Measures the experimental reproducibility of two biological replicates by using one replicate to predict the other.

[`molecular_fingerprints.py`](https://github.com/swansonk14/chemfunc/blob/main/src/chemfunc/molecular_fingerprints.py) (functions, script)

Contains functions to compute fingerprints for molecules. Parallelized for speed. The function `save_fingerprints` can be used as a script to compute fingerprints from a CSV file and save them as an NPZ file.

[`molecular_properties.py`](https://github.com/swansonk14/chemfunc/blob/main/src/chemfunc/molecular_properties.py) (functions)

Contains functions to compute molecular properties. Parallelized for speed.

[`molecular_similarities.py`](https://github.com/swansonk14/chemfunc/blob/main/src/chemfunc/molecular_similarities.py) (functions)

Contains functions to compute similarities between molecules.

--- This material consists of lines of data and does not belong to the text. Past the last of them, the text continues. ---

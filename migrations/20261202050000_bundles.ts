import { sql, type Kysely } from 'kysely';

// Rerun bundles handed out: who made them, when, from what. The request is stored and the zip is
// rebuilt from it on a later download (the build is deterministic; the stored SHA-256 checks that).
export async function up(db: Kysely<any>): Promise<void> {
	await db.schema
		.createTable('bundle')
		.addColumn('id', 'uuid', (c) => c.primaryKey().defaultTo(sql`gen_random_uuid()`))
		.addColumn('workspace_id', 'uuid', (c) => c.references('workspace.id').onDelete('cascade').notNull())
		.addColumn('molecule_id', 'uuid', (c) => c.references('molecule.id').onDelete('cascade').notNull())
		.addColumn('polymorph_id', 'uuid', (c) => c.references('polymorph.id').onDelete('set null'))
		.addColumn('study_id', 'uuid')
		.addColumn('kind', 'text', (c) => c.notNull().check(sql`kind in ('tuning', 'screened', 'tuning+screened')`))
		.addColumn('request', 'jsonb', (c) => c.notNull())
		.addColumn('file_name', 'text', (c) => c.notNull())
		.addColumn('sha256', 'text', (c) => c.notNull())
		.addColumn('size_bytes', 'integer', (c) => c.notNull())
		.addColumn('file_count', 'integer', (c) => c.notNull())
		.addColumn('created_by', 'uuid', (c) => c.references('User.id').onDelete('set null'))
		.addColumn('created_at', 'timestamptz', (c) => c.notNull().defaultTo(sql`now()`))
		.execute();
	await db.schema.createIndex('bundle_molecule_idx').on('bundle').columns(['workspace_id', 'molecule_id']).execute();
}

export async function down(db: Kysely<any>): Promise<void> {
	await db.schema.dropTable('bundle').execute();
}
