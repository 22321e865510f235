// examples/push-outputs.mjs against the started server: a real NWChem screened rerun of SO2
// (NWChem 7.0.2, alpha 0.2, gamma 0.3, epsilon 3; src/lib/formats/decks/fixtures/README.md) is
// previewed without storing, then confirmed; a second run finds it already stored.
import { spawnSync } from 'node:child_process';
import { afterAll, beforeAll, describe, expect, it } from 'vitest';
import type { Db } from '../../src/lib/server/db/create-db';
import { createApiToken } from '../../src/lib/server/services/api-tokens';
import { listReruns } from '../../src/lib/server/services/reruns';
import { appDb, teamFixture } from './fixtures';
import { requireEnv } from './http-helpers';

const OUT = 'src/lib/formats/decks/fixtures/so2_g0p3000_e3p0000.out';
let db: Db;
let fx: Awaited<ReturnType<typeof teamFixture>>;
beforeAll(async () => {
	db = appDb();
	fx = await teamFixture(db);
});
afterAll(async () => db?.destroy());

describe('examples/push-outputs.mjs', () => {
	it('previews without storing, stores with --confirm, and finds the result already stored the second time', async () => {
		const { token } = await createApiToken(db, fx.editor.id, { workspaceId: fx.ws, name: 'cluster job', role: 'editor', expiresInDays: 1 });
		const env = { ...process.env, KAPPALINE_URL: requireEnv('APP_URL'), KAPPALINE_TOKEN: token };
		const run = (...extra: string[]) => spawnSync(process.execPath, ['examples/push-outputs.mjs', '--workspace', fx.ws, '--polymorph', fx.polymorph.id, ...extra, OUT], { encoding: 'utf8', env });

		const look = run();
		expect(look.status, look.stderr).toBe(0);
		expect(look.stdout).toContain('epsilon 3.000: new');
		expect(look.stdout).toMatch(/upload [0-9a-f-]{36}: 1 to store, 0 already stored, 0 in conflict/);
		expect(look.stdout).toContain('nothing stored');
		expect(await listReruns(db, fx.ws, fx.polymorph.id)).toEqual([]);

		const store = run('--confirm');
		expect(store.status, store.stderr).toBe(0);
		expect(store.stdout).toContain('stored: 1 added, 0 completed, 0 skipped');
		expect(await listReruns(db, fx.ws, fx.polymorph.id)).toHaveLength(1);

		const again = run('--confirm');
		expect(again.status, again.stderr).toBe(0);
		expect(again.stdout).toContain('epsilon 3.000: already-stored');
		expect(again.stdout).toContain('nothing new to store; the upload was discarded');
		expect(await listReruns(db, fx.ws, fx.polymorph.id)).toHaveLength(1);
	});

	it('says what is wrong when the token is missing', () => {
		const r = spawnSync(process.execPath, ['examples/push-outputs.mjs', OUT], { encoding: 'utf8', env: { ...process.env, KAPPALINE_URL: '', KAPPALINE_TOKEN: '' } });
		expect(r.status).toBe(1);
		expect(r.stderr).toContain('push-outputs: usage:');
	});
});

Parallelized for speed.

[`nearest_neighbor.py`](https://github.com/swansonk14/chemfunc/blob/main/src/chemfunc/nearest_neighbor.py) (function, script)

Given a dataset of molecules, computes the nearest neighbor molecule in a second dataset using one of several similarity metrics.

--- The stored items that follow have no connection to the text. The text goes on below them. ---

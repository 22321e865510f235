import { sql, type Kysely } from 'kysely';

// Stored solid-state estimates: the result and exactly what it was computed from (study result, dielectric
// entry, cell, options, code version), so a later change of any source marks it stale.
export async function up(db: Kysely<any>): Promise<void> {
	await db.schema
		.createTable('solid_estimate')
		.addColumn('id', 'uuid', (c) => c.primaryKey().defaultTo(sql`gen_random_uuid()`))
		.addColumn('workspace_id', 'uuid', (c) => c.references('workspace.id').onDelete('cascade').notNull())
		.addColumn('polymorph_id', 'uuid', (c) => c.references('polymorph.id').onDelete('cascade').notNull())
		.addColumn('label', 'text', (c) => c.notNull())
		.addColumn('options', 'jsonb', (c) => c.notNull())
		.addColumn('sources', 'jsonb', (c) => c.notNull())
		.addColumn('result', 'jsonb', (c) => c.notNull())
		.addColumn('created_by', 'uuid', (c) => c.references('User.id').onDelete('set null'))
		.addColumn('created_at', 'timestamptz', (c) => c.notNull().defaultTo(sql`now()`))
		.execute();
	await db.schema.createIndex('solid_estimate_polymorph_idx').on('solid_estimate').columns(['workspace_id', 'polymorph_id']).execute();
}

export async function down(db: Kysely<any>): Promise<void> {
	await db.schema.dropTable('solid_estimate').execute();
}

[`plot_property_distribution.py`](https://github.com/swansonk14/chemfunc/blob/main/src/chemfunc/plot_property_distribution.py) (function, script)

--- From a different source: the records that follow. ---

// Tuning studies against the real PostgreSQL and the built server: imports are all or nothing, the
// API's bulk add is idempotent, exclusions and edits are logged, stale edits are refused.
// Scan data here are synthetic (smooth model functions with known roots), not engine output.
import { afterAll, beforeAll, describe, expect, it } from 'vitest';
import type { Db } from '../../src/lib/server/db/create-db';
import { DependentsError, StaleVersionError, ValidationError } from '../../src/lib/server/errors';
import { listActivity } from '../../src/lib/server/repo/activity';
import { deleteMolecule, getMolecule } from '../../src/lib/server/services/molecules';
import {
	analysisPoints,
	createStudy,
	getStudy,
	importPoints,
	listPoints,
	markCurrent,
	saveAnalysis,
	setPointExclusion,
	updatePoint,
	updateStudy
} from '../../src/lib/server/services/tuning';
import { tuningAnalysis } from '../../src/lib/science/tuning/tuning-analysis';
import { GRID, syntheticScan } from '../../src/lib/science/tuning/synthetic-scan.testdata';
import { appDb, PASSWORD, teamFixture } from './fixtures';
import { probe, signInCookie } from './http-helpers';

let db: Db;
let fx: Awaited<ReturnType<typeof teamFixture>>;
let editorCookie: string;
let viewerCookie: string;
const actor = () => ({ userId: fx.editor.id, workspaceId: fx.ws, role: 'editor' as const });
const studyInput = { name: 'alpha 0.2', engine: 'NWChem', engineVersion: '7.0.2', semilocalBase: 'PBE', basisSet: 'aug-cc-pVDZ', alpha: 0.2, objective: 'abs-sum' as const, notes: '' };

beforeAll(async () => {
	db = appDb();
	fx = await teamFixture(db);
	editorCookie = await signInCookie(fx.editor.email, PASSWORD);
	viewerCookie = await signInCookie(fx.viewer.email, PASSWORD);
});
afterAll(async () => db?.destroy());

describe('tuning studies: records', () => {
	it('freezes a copy of the molecule geometry and logs the creation', async () => {
		const s = await createStudy(db, actor(), fx.molecule.id, studyInput);
		const m = await getMolecule(db, fx.ws, fx.molecule.id);
		expect(s.geometryXyz).toBe(m.geometryXyz);
		expect(s.version).toBe(1);
		const log = await listActivity(db, fx.ws, { entityIds: [s.id] });
		expect(log[0].summary).toContain('added tuning study alpha 0.2');
	});

	it('imports all points or none: a duplicated gamma in row 3 stores nothing and names the row', async () => {
		const s = await createStudy(db, actor(), fx.molecule.id, { ...studyInput, name: 'all or nothing' });
		const pts = syntheticScan(GRID);
		const bad = [pts[0], pts[1], { ...pts[2], gammaBohrInv: pts[0].gammaBohrInv }, ...pts.slice(3)];
		await expect(importPoints(db, actor(), s.id, bad)).rejects.toThrow(/^point 3, gammaBohrInv: gamma 0.05 bohr\^-1 duplicates point 1/);
		const nonFinite = [pts[0], { ...pts[1], eCationHartree: Number.NaN }];
		await expect(importPoints(db, actor(), s.id, nonFinite)).rejects.toBeInstanceOf(ValidationError);
		expect(await listPoints(db, s.id)).toHaveLength(0);
		expect((await getStudy(db, fx.ws, s.id)).version).toBe(1);
		const ok = await importPoints(db, actor(), s.id, pts);
		expect(ok.inserted).toBe(GRID.length);
		expect((await listPoints(db, s.id)).map((p) => p.gammaBohrInv)).toEqual(GRID);
		// A second import may not repeat a gamma the study already has.
		await expect(importPoints(db, actor(), s.id, [pts[4]])).rejects.toThrow(/already has a point at gamma 0.25/);
		expect(await listPoints(db, s.id)).toHaveLength(GRID.length);
	});

	it('logs an exclusion with before and after, and refuses a stale point edit', async () => {
		const s = await createStudy(db, actor(), fx.molecule.id, { ...studyInput, name: 'exclusion log' });
		await importPoints(db, actor(), s.id, syntheticScan(GRID));
		const [p] = await listPoints(db, s.id);
		const ex = await setPointExclusion(db, actor(), p.id, p.version, true, 'SCF converged to an excited state');
		expect(ex.excluded).toBe(true);
		expect(ex.version).toBe(p.version + 1);
		const log = await listActivity(db, fx.ws, { entityIds: [p.id] });
		expect(log[0].summary).toContain('excluded the scan point at gamma 0.05');
		expect(log[0].before).toMatchObject({ excluded: false, excludedReason: '' });
		expect(log[0].after).toMatchObject({ excluded: true, excludedReason: 'SCF converged to an excited state' });
		// An edit from a page that read the old version is refused; nothing is overwritten.
		await expect(updatePoint(db, actor(), p.id, p.version, { eNeutralHartree: -1 })).rejects.toBeInstanceOf(StaleVersionError);
		const after = (await listPoints(db, s.id)).find((q) => q.id === p.id)!;
		expect(after.eNeutralHartree).toBe(p.eNeutralHartree);
		expect(after.excluded).toBe(true);
		await expect(updateStudy(db, actor(), s.id, 1, { notes: 'old page' })).rejects.toBeInstanceOf(StaleVersionError);
	});

	it('saves a result the stored input reproduces, and keeps one current study per molecule', async () => {
		const a = await createStudy(db, actor(), fx.molecule.id, { ...studyInput, name: 'current A' });
		const b = await createStudy(db, actor(), fx.molecule.id, { ...studyInput, name: 'current B', objective: 'square-sum' });
		const ia = await importPoints(db, actor(), a.id, syntheticScan(GRID));
		const ib = await importPoints(db, actor(), b.id, syntheticScan(GRID));
		await expect(markCurrent(db, actor(), a.id, ia.study.version)).rejects.toThrow(/save an analysis/);
		const pts = await listPoints(db, a.id);
		const saved = await saveAnalysis(db, actor(), a.id, ia.study.version, {
			objective: 'abs-sum',
			exclusions: [{ pointId: pts[9].id, version: pts[9].version, excluded: true, reason: 'test exclusion' }]
		});
		const again = tuningAnalysis(analysisPoints(await listPoints(db, a.id)), { objective: 'abs-sum', basisSet: 'aug-cc-pVDZ' });
		expect(saved.resultInputHash).toBe(again.inputHash);
		expect(saved.result!.result.optimum!.gammaBohrInv).toBe(again.result.optimum!.gammaBohrInv);
		expect(Math.abs(saved.result!.result.optimum!.gammaBohrInv - 0.213)).toBeLessThan(1e-4); // model root (synthetic data)
		expect(saved.result!.input.points[9].excluded).toBe(true);
		const ca = await markCurrent(db, actor(), a.id, saved.version);
		expect(ca.isCurrent).toBe(true);
		const sb = await saveAnalysis(db, actor(), b.id, ib.study.version, { objective: 'square-sum' });
		await markCurrent(db, actor(), b.id, sb.version);
		expect((await getStudy(db, fx.ws, a.id)).isCurrent).toBe(false);
		expect((await getStudy(db, fx.ws, b.id)).isCurrent).toBe(true);
		// The partial unique index refuses a second current study even if a bug tried.
		await expect(db.updateTable('tuning_study').set({ is_current: true }).where('id', '=', a.id).execute()).rejects.toThrow(/tuning_study_one_current/);
	});

	it('refuses to delete a molecule that still has tuning studies', async () => {
		const m = await getMolecule(db, fx.ws, fx.molecule.id);
		await expect(deleteMolecule(db, actor(), m.id, m.version)).rejects.toBeInstanceOf(DependentsError);
	});
});

describe('tuning studies over HTTP', () => {
	const api = (path: string) => `/api/v1/workspaces/${fx.ws}${path}`;
	const jsonReq = (cookie: string, body: unknown, headers: Record<string, string> = {}) => ({ method: 'POST', cookie, body: JSON.stringify(body), headers: { 'content-type': 'application/json', ...headers } });

	it('bulk add with an Idempotency-Key adds the points once, however often the job retries', async () => {
		const created = await probe(api('/studies'), jsonReq(editorCookie, { ...studyInput, name: 'idempotent', moleculeId: fx.molecule.id }));
		expect(created.status).toBe(201);
		const id = JSON.parse(created.body).id as string;
		const body = { points: syntheticScan(GRID.slice(0, 6)) };
		const first = await probe(api(`/studies/${id}/points`), jsonReq(editorCookie, body, { 'idempotency-key': 'job-42-attempt' }));
		expect(first.status).toBe(201);
		const retry = await probe(api(`/studies/${id}/points`), jsonReq(editorCookie, body, { 'idempotency-key': 'job-42-attempt' }));
		expect(retry.status).toBe(200);
		expect(JSON.parse(retry.body)).toMatchObject({ inserted: 6, replayed: true, pointIds: JSON.parse(first.body).pointIds });
		expect(await listPoints(db, id)).toHaveLength(6);
		const reused = await probe(api(`/studies/${id}/points`), jsonReq(editorCookie, { points: syntheticScan([0.7]) }, { 'idempotency-key': 'job-42-attempt' }));
		expect(reused.status).toBe(400);
		expect(JSON.parse(reused.body).error).toMatchObject({ type: 'validation', field: 'Idempotency-Key' });
		expect(await listPoints(db, id)).toHaveLength(6);
		const viewer = await probe(api(`/studies/${id}/points`), jsonReq(viewerCookie, body, { 'idempotency-key': 'viewer-try' }));
		expect(viewer.status).toBe(403);
	});

	it('a bad point in a bulk add stores nothing and the error names the point and field', async () => {
		const s = await createStudy(db, actor(), fx.molecule.id, { ...studyInput, name: 'bulk bad' });
		const pts = syntheticScan(GRID.slice(0, 4));
		const r = await probe(api(`/studies/${s.id}/points`), jsonReq(editorCookie, { points: [...pts, { ...pts[1] }] }));
		expect(r.status).toBe(400);
		expect(JSON.parse(r.body).error.message).toMatch(/^point 5, gammaBohrInv: .*duplicates point 2/);
		const typed = await probe(api(`/studies/${s.id}/points`), jsonReq(editorCookie, { points: [{ gammaBohrInv: 0.1, eNeutralHartree: 'minus one' }] }));
		expect(typed.status).toBe(400);
		expect(JSON.parse(typed.body).error.type).toBe('validation');
		expect(await listPoints(db, s.id)).toHaveLength(0);
	});

	it('the page import refuses a table in the wrong unit, naming line and column, and stores nothing', async () => {
		const s = await createStudy(db, actor(), fx.molecule.id, { ...studyInput, name: 'page import' });
		const text = 'gamma_bohr_inv,E_N_Ha,E_cation_Ha,E_anion_Ha,eps_homo_N_Ha,eps_lumo_N_Ha,eps_homo_anion_Ha\n0.1,-100.0,-99.7,-100.04,-0.30,-0.01,-0.04\n0.2,-100.1,-99.8,-100.14,-0.31,-0.02,-0.05\n';
		const mapping = JSON.stringify({ gammaBohrInv: 0, eNeutralHartree: 1, eCationHartree: 2, eAnionHartree: 3, homoNeutralHartree: 4, lumoNeutralHartree: 5, homoAnionHartree: 6 });
		const post = (energyUnit: string) =>
			probe(`/w/${fx.ws}/studies/${s.id}?/import`, { method: 'POST', cookie: editorCookie, action: true, body: new URLSearchParams({ text, mapping, energyUnit, gammaUnit: 'bohr^-1', version: '1' }) });
		const wrong = await post('eV');
		expect(wrong.status).toBe(400);
		expect(wrong.body).toMatch(/"line 2, column .{0,12}eps_homo_N_Ha.{0,12}: neutral HOMO -0.300 eV lies above -1 eV/);
		expect(wrong.body).not.toContain('line 2: line 2');
		expect(await listPoints(db, s.id)).toHaveLength(0);
		const right = await post('hartree');
		expect(right.type).toBe('success');
		expect(await listPoints(db, s.id)).toHaveLength(2);
	});

	it('API: stale If-Match on a study is refused with 412; the saved result is served with its version and hash', async () => {
		const s = await createStudy(db, actor(), fx.molecule.id, { ...studyInput, name: 'api result' });
		const i = await importPoints(db, actor(), s.id, syntheticScan(GRID));
		const stale = await probe(api(`/studies/${s.id}`), { method: 'PATCH', cookie: editorCookie, body: JSON.stringify({ notes: 'x' }), headers: { 'content-type': 'application/json', 'if-match': '"1"' } });
		expect(stale.status).toBe(412);
		expect(JSON.parse(stale.body).error.type).toBe('stale_version');
		// Before a save, the result route answers a fresh analysis of the current points, marked unsaved.
		const unsaved = await probe(api(`/studies/${s.id}/result`), { cookie: viewerCookie });
		expect(unsaved.status).toBe(200);
		expect(JSON.parse(unsaved.body).saved).toBe(false);
		expect(Math.abs(JSON.parse(unsaved.body).result.optimum.gammaBohrInv - 0.213)).toBeLessThan(1e-4);
		await saveAnalysis(db, actor(), s.id, i.study.version, { objective: 'abs-sum' });
		const r = await probe(api(`/studies/${s.id}/result`), { cookie: viewerCookie });
		expect(r.status).toBe(200);
		const j = JSON.parse(r.body);
		expect(j.saved).toBe(true);
		expect(j.analysisVersion).toBe('tuning-analysis/1');
		expect(j.inputHash).toMatch(/^[0-9a-f]{16}$/);
		expect(Math.abs(j.result.optimum.gammaBohrInv - 0.213)).toBeLessThan(1e-4);
		const list = JSON.parse((await probe(api(`/studies?moleculeId=${fx.molecule.id}`), { cookie: viewerCookie })).body);
		expect(list.items.find((x: { id: string }) => x.id === s.id).gammaStarBohrInv).toBeCloseTo(j.result.optimum.gammaBohrInv, 12);
	});
});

Plots the distribution of molecular properties of a set of molecules.

[`plot_tsne.py`](https://github.com/swansonk14/chemfunc/blob/main/src/chemfunc/plot_tsne.py) (function, script)

Runs a t-SNE on molecular fingerprints from one or more chemical libraries.

[`regression_to_classification.py`](https://github.com/swansonk14/chemfunc/blob/main/src/chemfunc/regression_to_classification.py) (function, script)

Converts regression data to classification data using given thresholds.

[`sample_molecules.py`](https://github.com/swansonk14/chemfunc/blob/main/src/chemfunc/sample_molecules.py) (function, script)

Samples molecules from a CSV file, either uniformly at random across the entire dataset or uniformly at random from each cluster within the data.

[`sdf_to_smarts.py`](https://github.com/swansonk14/chemfunc/blob/main/src/chemfunc/sdf_to_smarts.py) (function, script)

Converts an SDF file to a CSV file with SMARTS.

[`sdf_to_smiles.py`](https://github.com/swansonk14/chemfunc/blob/main/src/chemfunc/sdf_to_smiles.py) (function, script)

Converts an SDF file to a CSV file with SMILES.

[`select_from_clusters.py`](https://github.com/swansonk14/chemfunc/blob/main/src/chemfunc/select_from_clusters.py) (function, script)

Selects the best molecule from each cluster.

[`smiles_to_svg.py`](https://github.com/swansonk14/chemfunc/blob/main/src/chemfunc/smiles_to_svg.py) (function, script)

Converts a SMILES string to an SVG image of the molecule.

[`visualize_molecules.py`](https://github.com/swansonk14/chemfunc/blob/main/src/chemfunc/visualize_molecules.py)(function, script)

Converts a file of SMILES to images of molecular structures.

[`visualize_reactions.py`](https://github.com/swansonk14/chemfunc/blob/main/src/chemfunc/visualize_reactions.py) (function, script)

Converts a file of reaction SMARTS to images of chemical reactions.